[Opening EXERCISE INPUTS section]
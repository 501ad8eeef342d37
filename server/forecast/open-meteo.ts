/**
 * The forecast service's request and response, for an Open-Meteo-compatible forecast endpoint.
 *
 * Parameter and response field names as documented for the Weather Forecast API at
 * https://open-meteo.com/en/docs: `GET /v1/forecast` with `latitude`, `longitude`, `hourly` (a
 * comma-separated list of variables), `timezone` (default GMT), `wind_speed_unit` (`ms` for m/s;
 * default km/h) and `forecast_days` (0..16, default 7). The JSON answer has `latitude`,
 * `longitude` (of the grid cell used), `elevation`, `generationtime_ms`, `utc_offset_seconds`,
 * `timezone`, `timezone_abbreviation`, `hourly_units` and `hourly` (a `time` array of ISO 8601
 * local times "YYYY-MM-DDTHH:MM" and one array per variable). Errors are HTTP 400 with
 * `{ "error": true, "reason": "..." }`. The answer names no model run.
 */
import { z } from 'zod';
import { forecastHourSchema, MAX_FORECAST_HOURS, type ForecastHour, type HourlyForecast } from '../../shared/schemas/outlook';
import type { ForecastCell } from '../../shared/outlook';

/** The hourly variables Gnomon asks for, in the service's names. */
export const FORECAST_HOURLY_VARIABLES = [
  'cloud_cover',
  'cloud_cover_low',
  'cloud_cover_mid',
  'cloud_cover_high',
  'precipitation_probability',
  'wind_speed_10m',
  'wind_gusts_10m',
  'relative_humidity_2m',
  'temperature_2m',
  'dew_point_2m',
] as const;
export type ForecastHourlyVariable = (typeof FORECAST_HOURLY_VARIABLES)[number];

/** Days asked for: the most the service gives (its documented maximum). */
export const FORECAST_DAYS = 16;

/** The forecast URL for a cell under the base URL (a trailing slash on the base is fine). */
export function forecastUrl(baseUrl: string, cell: Pick<ForecastCell, 'lat' | 'lon'>): string {
  const base = baseUrl.replace(/\/+$/, '');
  // Built by hand so the variable list keeps its plain commas, as in the service's examples.
  return `${base}/v1/forecast?latitude=${cell.lat}&longitude=${cell.lon}`
    + `&hourly=${FORECAST_HOURLY_VARIABLES.join(',')}`
    + `&timezone=GMT&wind_speed_unit=ms&forecast_days=${FORECAST_DAYS}`;
}

const valuesSchema = z.array(z.number().finite().nullable()).max(MAX_FORECAST_HOURS);

/** The part of the service's JSON answer Gnomon reads. Extra fields are allowed and ignored. */
export const forecastResponseSchema = z.object({
  latitude: z.number().finite(),
  longitude: z.number().finite(),
  generationtime_ms: z.number().finite().optional(),
  // Asked for GMT: the times are UTC only if the service applied no offset.
  utc_offset_seconds: z.literal(0),
  timezone: z.string(),
  hourly_units: z.record(z.string(), z.string()),
  hourly: z.object({
    time: z.array(z.string().regex(/^\d{4}-\d{2}-\d{2}T\d{2}:00$/, 'hourly times must be YYYY-MM-DDTHH:00')).max(MAX_FORECAST_HOURS),
    cloud_cover: valuesSchema,
    cloud_cover_low: valuesSchema.optional(),
    cloud_cover_mid: valuesSchema.optional(),
    cloud_cover_high: valuesSchema.optional(),
    precipitation_probability: valuesSchema.optional(),
    wind_speed_10m: valuesSchema.optional(),
    wind_gusts_10m: valuesSchema.optional(),
    relative_humidity_2m: valuesSchema.optional(),
    temperature_2m: valuesSchema.optional(),
    dew_point_2m: valuesSchema.optional(),
  }),
});
export type ForecastResponse = z.infer<typeof forecastResponseSchema>;

/** The service's error body (HTTP 400). */
export const forecastErrorBodySchema = z.object({ error: z.literal(true), reason: z.string() });

/** Units each variable must come in (what was asked for); a different unit is a malformed answer. */
const EXPECTED_UNITS: Partial<Record<ForecastHourlyVariable, string[]>> = {
  wind_speed_10m: ['m/s'],
  wind_gusts_10m: ['m/s'],
  temperature_2m: ['°C'],
  dew_point_2m: ['°C'],
};

/** Where our field of each variable lives. */
const FIELD_OF: Record<ForecastHourlyVariable, keyof Omit<ForecastHour, 'time'>> = {
  cloud_cover: 'cloudCoverPct',
  cloud_cover_low: 'cloudCoverLowPct',
  cloud_cover_mid: 'cloudCoverMidPct',
  cloud_cover_high: 'cloudCoverHighPct',
  precipitation_probability: 'precipitationProbabilityPct',
  wind_speed_10m: 'windSpeedMs',
  wind_gusts_10m: 'windGustsMs',
  relative_humidity_2m: 'relativeHumidityPct',
  temperature_2m: 'temperatureC',
  dew_point_2m: 'dewPointC',
};

const PERCENT_VARIABLES = new Set<ForecastHourlyVariable>(['cloud_cover', 'cloud_cover_low', 'cloud_cover_mid', 'cloud_cover_high', 'precipitation_probability', 'relative_humidity_2m']);

/** Thrown by toHourlyForecast when the answer parses but does not add up. */
export class ForecastShapeError extends Error {
  override name = 'ForecastShapeError';
}

/**
 * Turns the service's answer into Gnomon's hourly forecast: times to UTC instants, each variable
 * into its field. Hours without total cloud cover are left out. Percentages a hair outside 0..100
 * (interpolation overshoot) are clamped; any other value outside the shape's range becomes null
 * ("not given") rather than failing the whole forecast.
 *
 * @param body - the parsed answer
 * @param cell - the cell asked for (the answer's own position is the model grid cell's centre)
 * @param fetchedAt - when the answer arrived; stands for the issue time, which the answer lacks
 * @throws ForecastShapeError when the arrays do not match the times, or a unit is not the one asked for
 */
export function toHourlyForecast(body: ForecastResponse, cell: Pick<ForecastCell, 'lat' | 'lon'>, fetchedAt: Date): HourlyForecast {
  const { time } = body.hourly;
  for (const variable of FORECAST_HOURLY_VARIABLES) {
    const values = body.hourly[variable];
    if (values === undefined) continue;
    if (values.length !== time.length) throw new ForecastShapeError(`hourly.${variable} has ${values.length} values for ${time.length} times`);
    const unit = body.hourly_units[variable];
    const expected = EXPECTED_UNITS[variable];
    if (expected && unit !== undefined && !expected.includes(unit)) throw new ForecastShapeError(`hourly.${variable} is in ${unit}, not ${expected.join(' or ')}`);
  }
  const hours: ForecastHour[] = [];
  let previousMs = -Infinity;
  time.forEach((t, i) => {
    const ms = Date.parse(`${t}:00Z`);
    if (!Number.isFinite(ms)) throw new ForecastShapeError(`hourly.time[${i}] is not a time: ${t}`);
    if (ms <= previousMs) throw new ForecastShapeError(`hourly.time[${i}] is not after the time before it`);
    previousMs = ms;
    const cloud = body.hourly.cloud_cover[i];
    if (cloud === null || cloud === undefined) return;
    const hour: Record<string, unknown> = { time: new Date(ms).toISOString() };
    for (const variable of FORECAST_HOURLY_VARIABLES) {
      let value = body.hourly[variable]?.[i] ?? null;
      if (value !== null && PERCENT_VARIABLES.has(variable) && value >= -1 && value <= 101) value = Math.min(100, Math.max(0, value));
      hour[FIELD_OF[variable]] = value;
    }
    const checked = forecastHourSchema.safeParse(hour);
    if (checked.success) {
      hours.push(checked.data);
      return;
    }
    // Blank out what is out of range; the hour stays if its total cloud cover is sound.
    for (const issue of checked.error.issues) {
      const field = issue.path[0];
      if (typeof field === 'string' && field !== 'time') hour[field] = null;
    }
    const retried = forecastHourSchema.safeParse({ ...hour, cloudCoverPct: hour.cloudCoverPct ?? Number.NaN });
    if (retried.success) hours.push(retried.data);
  });
  const fetched = fetchedAt.toISOString();
  return { lat: cell.lat, lon: cell.lon, issuedAt: fetched, fetchedAt: fetched, hours };
}
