/**
 * The client of the hosted forecast service (Open-Meteo-compatible `GET /v1/forecast`, see
 * ./open-meteo.ts for the documented names). Node's own fetch, a timeout per attempt, a few
 * retries with doubling back-off on 5xx and connection failures; the body is read with a size
 * limit and parsed with zod. Every failure is a ForecastUnavailableError, never a crash.
 *
 * Not retried: 4xx (the request itself is wrong, or the service asks us to slow down), a body
 * that cannot be read (the same answer would come again), and a timeout (a hanging service
 * would otherwise hold a page for several timeouts; the next lookup after the back-off period
 * tries again).
 */
import type { HourlyForecast } from '../../shared/schemas/outlook';
import { forecastCell } from '../../shared/outlook';
import { ForecastUnavailableError } from './errors';
import { forecastErrorBodySchema, forecastResponseSchema, forecastUrl, ForecastShapeError, toHourlyForecast } from './open-meteo';

/** What the forecast service layer needs from a client: the hourly forecast of a cell centre. */
export interface ForecastSource {
  fetchHourly(lat: number, lon: number): Promise<HourlyForecast>;
}

export interface ForecastClientOptions {
  /** The service's base URL, e.g. https://api.open-meteo.com (the path /v1/forecast is added). */
  baseUrl: string;
  /** Time allowed for one attempt, headers and body, ms (default 8000). */
  timeoutMs?: number;
  /** Further attempts after a 5xx or a connection failure (default 2). */
  retries?: number;
  /** Wait before the first retry, ms, doubled for each further one (default 400). */
  backoffMs?: number;
  /** Largest body read, bytes (default 2 MiB; 16 days of ten variables is about 40 kB). */
  maxBodyBytes?: number;
  /** The clock that stamps fetchedAt (tests give their own). */
  now?: () => Date;
  /** The fetch to use (tests may wrap it). */
  fetch?: typeof fetch;
  /** How to wait between attempts (tests may skip the wait). */
  sleep?: (ms: number) => Promise<void>;
}

const DEFAULT_TIMEOUT_MS = 8000;
const DEFAULT_RETRIES = 2;
const DEFAULT_BACKOFF_MS = 400;
const DEFAULT_MAX_BODY_BYTES = 2 * 1024 * 1024;

const wait = (ms: number) => new Promise<void>((resolve) => { setTimeout(resolve, ms); });

/** A failure worth another attempt. */
class RetryableFailure extends Error {
  constructor(readonly failure: ForecastUnavailableError) {
    super(failure.message);
  }
}

function isTimeout(error: unknown): boolean {
  return error instanceof Error && (error.name === 'TimeoutError' || (error.name === 'AbortError' && /timeout/i.test(String(error.message))));
}

/** Reads at most `limit` bytes of the body as UTF-8, or throws 'malformed' when it is longer. */
async function readBody(response: Response, limit: number): Promise<string> {
  const declared = Number(response.headers.get('content-length'));
  if (Number.isFinite(declared) && declared > limit) {
    await response.body?.cancel().catch(() => undefined);
    throw new ForecastUnavailableError('malformed', `the body is ${declared} bytes, more than ${limit}`);
  }
  if (!response.body) return '';
  const reader = response.body.getReader();
  const chunks: Uint8Array[] = [];
  let size = 0;
  for (;;) {
    const { done, value } = await reader.read();
    if (done) break;
    size += value.byteLength;
    if (size > limit) {
      await reader.cancel().catch(() => undefined);
      throw new ForecastUnavailableError('malformed', `the body is more than ${limit} bytes`);
    }
    chunks.push(value);
  }
  return Buffer.concat(chunks).toString('utf8');
}

/** Fetches hourly forecasts from the configured service. */
export class ForecastClient implements ForecastSource {
  private readonly baseUrl: string;
  private readonly timeoutMs: number;
  private readonly retries: number;
  private readonly backoffMs: number;
  private readonly maxBodyBytes: number;
  private readonly now: () => Date;
  private readonly fetchFn: typeof fetch;
  private readonly sleep: (ms: number) => Promise<void>;

  constructor(options: ForecastClientOptions) {
    let url: URL;
    try {
      url = new URL(options.baseUrl);
    } catch {
      throw new RangeError(`baseUrl must be an http(s) URL (got ${options.baseUrl})`);
    }
    if (url.protocol !== 'http:' && url.protocol !== 'https:') throw new RangeError(`baseUrl must be an http(s) URL (got ${options.baseUrl})`);
    this.baseUrl = options.baseUrl;
    this.timeoutMs = options.timeoutMs ?? DEFAULT_TIMEOUT_MS;
    this.retries = options.retries ?? DEFAULT_RETRIES;
    this.backoffMs = options.backoffMs ?? DEFAULT_BACKOFF_MS;
    this.maxBodyBytes = options.maxBodyBytes ?? DEFAULT_MAX_BODY_BYTES;
    this.now = options.now ?? (() => new Date());
    this.fetchFn = options.fetch ?? fetch;
    this.sleep = options.sleep ?? wait;
    if (!(this.timeoutMs > 0)) throw new RangeError('timeoutMs must be above 0');
    if (!Number.isInteger(this.retries) || this.retries < 0 || this.retries > 5) throw new RangeError('retries must be an integer from 0 to 5');
  }

  /**
   * The hourly forecast of the forecast cell holding (lat, lon): the cell's centre is what is sent.
   *
   * @throws ForecastUnavailableError when the service fails, after the retries
   */
  async fetchHourly(lat: number, lon: number): Promise<HourlyForecast> {
    const cell = forecastCell(lat, lon);
    const url = forecastUrl(this.baseUrl, cell);
    let lastFailure: ForecastUnavailableError | undefined;
    for (let attempt = 0; attempt <= this.retries; attempt += 1) {
      if (attempt > 0) await this.sleep(this.backoffMs * 2 ** (attempt - 1));
      try {
        return await this.attempt(url, cell);
      } catch (error) {
        if (!(error instanceof RetryableFailure)) throw error;
        lastFailure = error.failure;
      }
    }
    throw lastFailure!;
  }

  private async attempt(url: string, cell: { lat: number; lon: number }): Promise<HourlyForecast> {
    let response: Response;
    let text: string;
    try {
      response = await this.fetchFn(url, { signal: AbortSignal.timeout(this.timeoutMs), headers: { accept: 'application/json' } });
      text = await readBody(response, this.maxBodyBytes);
    } catch (error) {
      if (error instanceof ForecastUnavailableError) throw error;
      if (isTimeout(error)) throw new ForecastUnavailableError('timeout', `no answer within ${this.timeoutMs} ms`, undefined, { cause: error });
      throw new RetryableFailure(new ForecastUnavailableError('network', error instanceof Error ? error.message : String(error), undefined, { cause: error }));
    }
    if (response.status >= 500) {
      throw new RetryableFailure(new ForecastUnavailableError('server-error', `HTTP ${response.status}`, response.status));
    }
    if (response.status >= 400) {
      let reason = `HTTP ${response.status}`;
      try {
        const body = forecastErrorBodySchema.safeParse(JSON.parse(text));
        if (body.success) reason = `HTTP ${response.status}: ${body.data.reason.slice(0, 300)}`;
      } catch {
        // Not the service's JSON error: the status says enough.
      }
      throw new ForecastUnavailableError('refused', reason, response.status);
    }
    if (response.status !== 200) throw new ForecastUnavailableError('malformed', `HTTP ${response.status}`, response.status);
    let json: unknown;
    try {
      json = JSON.parse(text);
    } catch {
      throw new ForecastUnavailableError('malformed', 'the body is not JSON');
    }
    const parsed = forecastResponseSchema.safeParse(json);
    if (!parsed.success) {
      const first = parsed.error.issues[0];
      throw new ForecastUnavailableError('malformed', first ? `${first.path.join('.') || 'body'}: ${first.message}` : 'unexpected shape');
    }
    try {
      return toHourlyForecast(parsed.data, cell, this.now());
    } catch (error) {
      if (error instanceof ForecastShapeError) throw new ForecastUnavailableError('malformed', error.message);
      throw error;
    }
  }
}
[Closing EXERCISE INPUTS section]
EXERCISE: Starting at the line that has "sleep?: (ms: number) => Promise<void>;" in the records above, restate word for word every line until the one that has "private readonly backoffMs: number;", and include that one as well.

FINISHED TASK:
  sleep?: (ms: number) => Promise<void>;
}

const DEFAULT_TIMEOUT_MS = 8000;
const DEFAULT_RETRIES = 2;
const DEFAULT_BACKOFF_MS = 400;
const DEFAULT_MAX_BODY_BYTES = 2 * 1024 * 1024;

const wait = (ms: number) => new Promise<void>((resolve) => { setTimeout(resolve, ms); });

/** A failure worth another attempt. */
class RetryableFailure extends Error {
  constructor(readonly failure: ForecastUnavailableError) {
    super(failure.message);
  }
}

function isTimeout(error: unknown): boolean {
  return error instanceof Error && (error.name === 'TimeoutError' || (error.name === 'AbortError' && /timeout/i.test(String(error.message))));
}

/** Reads at most `limit` bytes of the body as UTF-8, or throws 'malformed' when it is longer. */
async function readBody(response: Response, limit: number): Promise<string> {
  const declared = Number(response.headers.get('content-length'));
  if (Number.isFinite(declared) && declared > limit) {
    await response.body?.cancel().catch(() => undefined);
    throw new ForecastUnavailableError('malformed', `the body is ${declared} bytes, more than ${limit}`);
  }
  if (!response.body) return '';
  const reader = response.body.getReader();
  const chunks: Uint8Array[] = [];
  let size = 0;
  for (;;) {
    const { done, value } = await reader.read();
    if (done) break;
    size += value.byteLength;
    if (size > limit) {
      await reader.cancel().catch(() => undefined);
      throw new ForecastUnavailableError('malformed', `the body is more than ${limit} bytes`);
    }
    chunks.push(value);
  }
  return Buffer.concat(chunks).toString('utf8');
}

/** Fetches hourly forecasts from the configured service. */
export class ForecastClient implements ForecastSource {
  private readonly baseUrl: string;
  private readonly timeoutMs: number;
  private readonly retries: number;
  private readonly backoffMs: number;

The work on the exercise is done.